I’ve been following Rick’s suggestion and working on a control-system
model. It is going to work. I’m getting a correlation (in spite of what
I’ve been saying about correlations) between predicted and actual values
of the “bid” variable between 0.86 and 0.97. It’s just a linear
equation, but it fits the data very well. Each row has a different gain
and reference level.

The Areilly experiment is basically flawed, in that all the people are
assumed to be organized exactly the same, so the result is supposedly the
equivalent of one person judging each of the six items with five
different values of the “price” or SS$ variable. I can’t
swallow that, but it’s possible that because this is a linear model, the
population averages might superimpose to give a virtual controller with
properties that someone like a retail store could rely on, even though it
doesn’t resemble any individual.

I seem to have lost a step or two in my mathematical prowess. Working out
the details has taken two days so far and I still don’t have all the
loose ends tied up. I’ll keep at it until it’s all neat, then write it up
for CSGnet.

Best,

Bill P.

[Martin Taylor 2009.11.17.00.20]

[From Bill Powers (2009.11.16.1519 MDT)]

Martin Taylor 2009.11.16.10.27 –

Bill, I think you should
put
your hat back on. This has been bugging me in the back of my mind all
weekend, although I haven’t had time to work on it. I am almost sure
that
the smoothness of the AP trace has to be a non-obvious artifact of the
algorithm.

Did you see a later post by me about the scaling? The logs of variables
will have a much smaller range than the original variables. If one
variable has a range from 1 to 100 (avoiding zero for obvious reasons),
the log-base-10 will have a range from 0 to 2. I think you have to
scale
up the log plot by a factor of 50 to normalize it to the range of the
variable.

Yes, I was preparing a response to that one when I decided that the
probable artifact had to be sorted out before I did so.

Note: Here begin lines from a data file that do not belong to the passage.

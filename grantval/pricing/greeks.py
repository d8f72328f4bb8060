"""First-order sensitivities of the Black-Scholes-Merton call value (analytic)."""

from __future__ import annotations

import numpy as np
from scipy.special import ndtr

from grantval.pricing.bsm import d1_d2
from grantval.pricing._inputs import FINITE, NON_NEGATIVE, POSITIVE, finish, prepare

_INV_SQRT_2PI = 1.0 / np.sqrt(2.0 * np.pi)


def bsm_sensitivities(share_price, strike, term, rate, volatility, dividend_yield=0.0):
    """Analytic first derivatives of the BSM call value.

    Parameters
    ----------
    share_price, strike : array_like
        Currency per share, > 0.
    term : array_like
        Years, > 0.
    rate, dividend_yield : array_like
        Continuously compounded decimals per year.
    volatility : array_like
        Decimal per square-root year, > 0.

    Returns
    -------
    dict of float or ndarray
        ``delta`` (dV/dS), ``vega`` (dV/dsigma, per 1.00 of volatility),
        ``term`` (dV/dT per year of term), ``rho`` (dV/dr per 1.00 of rate),
        ``dividend`` (dV/dq per 1.00 of yield).  Divide vega, rho and
        dividend by 100 for a change of one percentage point.

    Notes
    -----
    With ``d1, d2`` as in :func:`grantval.pricing.bsm_value`, ``phi`` the
    standard normal density (Hull, Options, Futures and Other Derivatives,
    chapter on the Greek letters, for dividend-paying shares):
    delta = e^{-qT} N(d1); vega = S e^{-qT} phi(d1) sqrt(T);
    dV/dT = S e^{-qT} phi(d1) sigma / (2 sqrt T) - q S e^{-qT} N(d1) + r K e^{-rT} N(d2)
    (the negative of theta); rho = K T e^{-rT} N(d2); dV/dq = -T S e^{-qT} N(d1).
    """
    (s, k, t, r, sigma, q), scalar = prepare(
        share_price=(share_price, (POSITIVE,)),
        strike=(strike, (POSITIVE,)),
        term=(term, (POSITIVE,)),
        rate=(rate, (FINITE,)),
        volatility=(volatility, (POSITIVE,)),
        dividend_yield=(dividend_yield, (NON_NEGATIVE,)),
    )
    sq = np.sqrt(t)
    d1, d2 = d1_d2(s, k, t, r, sigma, q)
    fs = s * np.exp(-q * t)
    pk = k * np.exp(-r * t)
    pdf = _INV_SQRT_2PI * np.exp(-0.5 * d1 * d1)
    n1, n2 = ndtr(d1), ndtr(d2)
    out = {
        "delta": np.exp(-q * t) * n1,
        "vega": fs * pdf * sq,
        "term": fs * pdf * sigma / (2.0 * sq) - q * fs * n1 + r * pk * n2,
        "rho": t * pk * n2,
        "dividend": -t * fs * n1,
    }
    return {key: finish(val, scalar) for key, val in out.items()}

I’ve been following Rick’s suggestion and working on a control-system
model. It is going to work. I’m getting a correlation (in spite of what
I’ve been saying about correlations) between predicted and actual
values
of the “bid” variable between 0.86 and 0.97. It’s just a linear
equation, but it fits the data very well. Each row has a different gain
and reference level.

Yes, I know that the linear model fits pretty well. I included a graph
to show that in an earlier post. The same graph showed that the linear
model has a characteristic and consistent departure from the data
curve. It tends to give values that are too low at the ends of the SS#
scale and too high in the middle. Not by much, which is why you get
good correlations, I suspect.

My intention was to suggest using The Test in the same way Rick did for
the geometry of rectangular shapes, comparing the residual errors for
different proposed controlled variables, all of which have some face
validity. I stand by the calculation of the standard deviations for the
bid-ratio and the scaling proposals, which suggests that the scaling
proposal is appreciably closer. On the other hand, a good part of the
variance associated with the bid-ratio proposal is due to the
characteristic failure to fit the shape of the data curves, so a
bid-ratio proposal that used a scale of perceived magnitude of the SS#
stretched at its ends might fit even better.

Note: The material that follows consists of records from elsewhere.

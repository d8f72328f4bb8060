"""Backward induction on the trinomial lattice used with an exercise multiple (private).

See :mod:`grantval.pricing.lattice` for the method; this module holds the
induction over one block of options with a given number of post-vesting steps.
"""

from __future__ import annotations

import numpy as np

from grantval.pricing._lattice_layers import (
    exit_payoff,
    interpolate_at,
    step_parameters,
    up_and_out_call,
    vesting_expectation,
)
from grantval.pricing.bsm import _bsm

#: half-width, in standard deviations of log price, of the vesting-date layer
_COVER = 6.0
#: levels each side of the centre kept when there is no vesting period and a
#: barrier (the grant-date value is interpolated on them)
_STENCIL = 4
#: largest |log price| kept on the lattice (levels beyond are clamped; they
#: carry no probability that matters and would overflow)
_LOG_LIMIT = 700.0


def _layout(s, v, sigma, q, r, barrier, optimal, dx):
    """Centre, barrier level and vesting-layer half-width of each option's lattice.

    Levels are ``centre + l * dx`` for whole ``l``.  With a barrier the centre
    is shifted (by less than half a level) so that the barrier is a level; the
    barrier's level number is returned (a huge number when exercise is optimal).
    """
    nu = r - q - 0.5 * sigma**2
    vests = v > 0
    anchor = np.where(vests, np.log(s) + nu * v, np.log(s))
    with np.errstate(invalid="ignore"):
        log_b = np.log(barrier)
        bar_level = np.where(optimal, 0.0, np.rint((log_b - anchor) / dx))
    centre = np.where(optimal, anchor, log_b - bar_level * dx)
    bar_level = np.where(optimal, 2**40, bar_level).astype(np.int64)
    width = np.ceil(_COVER * sigma * np.sqrt(v) / dx)
    width = np.where(vests, np.maximum(width, 1.0), np.where(optimal, 0.0, _STENCIL))
    return centre, bar_level, width.astype(np.int64)


def barrier_tree(s, k, t, r, sigma, q, v, barrier, optimal, lam, n_post):
    """Grant-date value (before pre-vesting exits) on a lattice of ``n_post`` steps after vesting.

    1-D arrays, no checks; ``0 <= v < t``; ``barrier`` is the voluntary
    exercise price (inf where ``optimal``) and, when ``v == 0``, above the
    share price.  Node ``i`` of layer ``j`` (layer 0 is a virtual root) is
    level ``i - j``; the vesting date is layer ``width`` and expiry layer
    ``width + n_post``.
    """
    dt = (t - v) / n_post
    dx, pu, pm, pd = step_parameters(r, q, sigma, dt)
    centre, bar_level, width = _layout(s, v, sigma, q, r, barrier, optimal, dx)
    disc = np.exp(-r * dt)
    cu, cm, cd = ((disc * p)[:, None] for p in (pu, pm, pd))
    exit_p = (-np.expm1(-lam * dt))[:, None]
    kcol = k[:, None]
    last = width + n_post - 1  # layer valued with BSM over the final step
    top, stop = int(last.max()), int(width.min())
    levels = np.arange(-top, top + 1)
    log_s = np.clip(centre[:, None] + levels * dx[:, None], -_LOG_LIMIT, _LOG_LIMIT)
    stock_all = np.exp(log_s)
    intrinsic_all = np.maximum(stock_all - kcol, 0.0)
    any_exit = bool(np.any(lam > 0))
    leave_all = exit_payoff(stock_all, kcol, dx[:, None]) if any_exit else None
    above_all = levels >= bar_level[:, None]
    any_barrier = not bool(np.all(optimal))
    opt_col = optimal[:, None]
    value = np.zeros_like(stock_all)
    cont, work = np.zeros_like(stock_all), np.empty_like(stock_all)
    result = np.zeros_like(s)
    with np.errstate(over="ignore", invalid="ignore"):
        for j in range(top, stop - 1, -1):
            w, cols = 2 * j + 1, slice(top - j, top + j + 1)
            c, x, st = cont[:, :w], work[:, :w], stock_all[:, cols]
            if j < top:
                np.multiply(cu, value[:, 2 : w + 2], out=c)
                np.multiply(cm, value[:, 1 : w + 1], out=x)
                c += x
                np.multiply(cd, value[:, :w], out=x)
                c += x
            init = last == j
            if np.any(init):
                c[init] = _bsm(st[init], kcol[init], dt[init, None], r[init, None],
                               sigma[init, None], q[init, None], True)
            hold = c + exit_p * (leave_all[:, cols] - c) if any_exit else c
            after = np.where(opt_col, np.maximum(hold, intrinsic_all[:, cols]), hold)
            if any_barrier:
                after = np.where(above_all[:, cols], st - kcol, after)
            value[:, :w] = after
            here = width == j
            if np.any(here):
                result[here] = _at_vesting(here, j, st, hold, after, s, k, t, r, sigma, q, v, lam,
                                           barrier, optimal, centre, dx, bar_level)
    return result


#: Gauss-Legendre points of the leavers' integral in the interpolation guide
_GUIDE_POINTS = 24


def _guide(x, k, barrier, tau, r, q, sigma, lam):
    """Continuous-barrier value below the barrier (rows of ``x``), the smooth guide of the interpolation.

    An up-and-out call with rebate ``B - K`` at the hit, discounted at
    ``r + lam`` with yield ``q + lam``, plus the leavers' integral
    ``lam * int_0^tau UOC(u) du`` (Gauss-Legendre in ``u = tau w^2``).
    """
    col = lambda a: a[:, None]  # noqa: E731
    r2, q2 = col(r + lam), col(q + lam)
    value = up_and_out_call(x, col(k), col(barrier), col(tau), r2, q2, col(sigma), col(barrier - k))
    if np.any(lam > 0):
        w, wt = np.polynomial.legendre.leggauss(_GUIDE_POINTS)
        w, wt = 0.5 * (w + 1.0), 0.5 * wt
        for wi, wti in zip(w, wt):
            u = col(tau) * wi**2
            part = up_and_out_call(x, col(k), col(barrier), u, r2, q2, col(sigma), 0.0)
            value = value + col(lam) * part * (2.0 * col(tau) * wi * wti)
    return value


def _interpolate_grant(after, st, s, k, t, r, sigma, q, lam, barrier, u, top_level, centre):
    """Grant-date value at a share price between levels (no vesting period, a barrier).

    The lattice values are interpolated after subtracting a smooth guide, the
    continuous-barrier value of the same option (:func:`_guide`), so that only
    the small, smooth discretisation error of the lattice is interpolated.
    """
    bcol = barrier[:, None]
    nodes = np.where(st < bcol, _guide(np.minimum(st, bcol), k, barrier, t, r, q, sigma, lam), st - k[:, None])
    at_s = _guide(s[:, None], k, barrier, t, r, q, sigma, lam)[:, 0]
    usable = np.all(np.isfinite(nodes), axis=1) & np.isfinite(at_s)
    nodes = np.where(usable[:, None], nodes, 0.0)
    at_s = np.where(usable, at_s, 0.0)
    return at_s + interpolate_at(after - nodes, u, top_level, centre)


def _at_vesting(here, j, st, hold, after, s, k, t, r, sigma, q, v, lam, barrier, optimal, centre, dx, bar_level):
    """Grant-date value of the options ``here`` whose vesting layer is layer ``j``."""
    out = np.empty(int(here.sum()))
    sub = np.flatnonzero(here)
    vests = v[sub] > 0
    h = sub[vests]
    if h.size:
        sd = sigma[h] * np.sqrt(v[h])
        mu = np.log(s[h]) + (r[h] - q[h] - 0.5 * sigma[h] ** 2) * v[h]
        fwd = s[h] * np.exp((r[h] - q[h]) * v[h])
        out[vests] = vesting_expectation(st[h], hold[h], after[h], k[h], optimal[h], mu, sd, fwd) * np.exp(
            -r[h] * v[h]
        )
    g = sub[~vests]
    if g.size:  # no vesting period: the share price is the centre level, or interpolated
        direct = after[g, j]
        bar = ~optimal[g]
        if np.any(bar):
            b = g[bar]
            direct[bar] = _interpolate_grant(after[b], st[b], s[b], k[b], t[b], r[b], sigma[b], q[b],
                                             lam[b], barrier[b], (np.log(s[b]) - centre[b]) / dx[b],
                                             np.minimum(bar_level[b], j), j)
        out[~vests] = direct
    return out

The Areilly experiment is basically flawed, in that all the people are
assumed to be organized exactly the same, so the result is supposedly
the
equivalent of one person judging each of the six items with five
different values of the “price” or SS$ variable. I can’t
swallow that, but it’s possible that because this is a linear model,
the
population averages might superimpose to give a virtual controller with
properties that someone like a retail store could rely on, even though
it
doesn’t resemble any individual.

I think we agree. If I may quote from myself to Rick [Martin Taylor
2009.11.10.12.06]:
Is there something in the reported data that would lead you to
guess
that any subject is controlling for a relationship of any kind between
the SS# and the bid? Each subject has only one SS#, so how could any
subject control for such a ratio? All a subject can do is to bid on the
six different objects. It’s the relationship among bids across
different subjects that leads to the reported correlations. As Bill P.
has pointed out many times, it’s quite possible that the correlation
for each single subject might be in the opposite sense.

However, we went ahead and analyzed the situation knowing of this
limitation, knowing that the results we get would make sense only under
the conditions you state.

I can’t imagine, however, how one could redo the experiment in a
satisfactory way. It wouldn’t make any sense to get one subject to bid
multiple times on the same object after having been exposed to
different “priming” numbers, because you would never know whether they
were remembering their earlier bid on the object. In other words, you
couldn’t vary the disturbance to look for control.

I seem to have lost a step or two in my mathematical prowess. Working
out
the details has taken two days so far and I still don’t have all the
loose ends tied up. I’ll keep at it until it’s all neat, then write it
up
for CSGnet.

Maybe you could make a scaling control model as well, and compare the
two proposals as to how well they fit the data by that route?

Martin

[From Bill Powers (2009.11.17.0621 MDT)]

Martin Taylor 2009.11.17.00.20 –

Yes, I know that the linear
model fits pretty well. I included a graph to show that in an earlier
post. The same graph showed that the linear model has a characteristic
and consistent departure from the data curve. It tends to give values
that are too low at the ends of the SS# scale and too high in the middle.
Not by much, which is why you get good correlations, I suspect.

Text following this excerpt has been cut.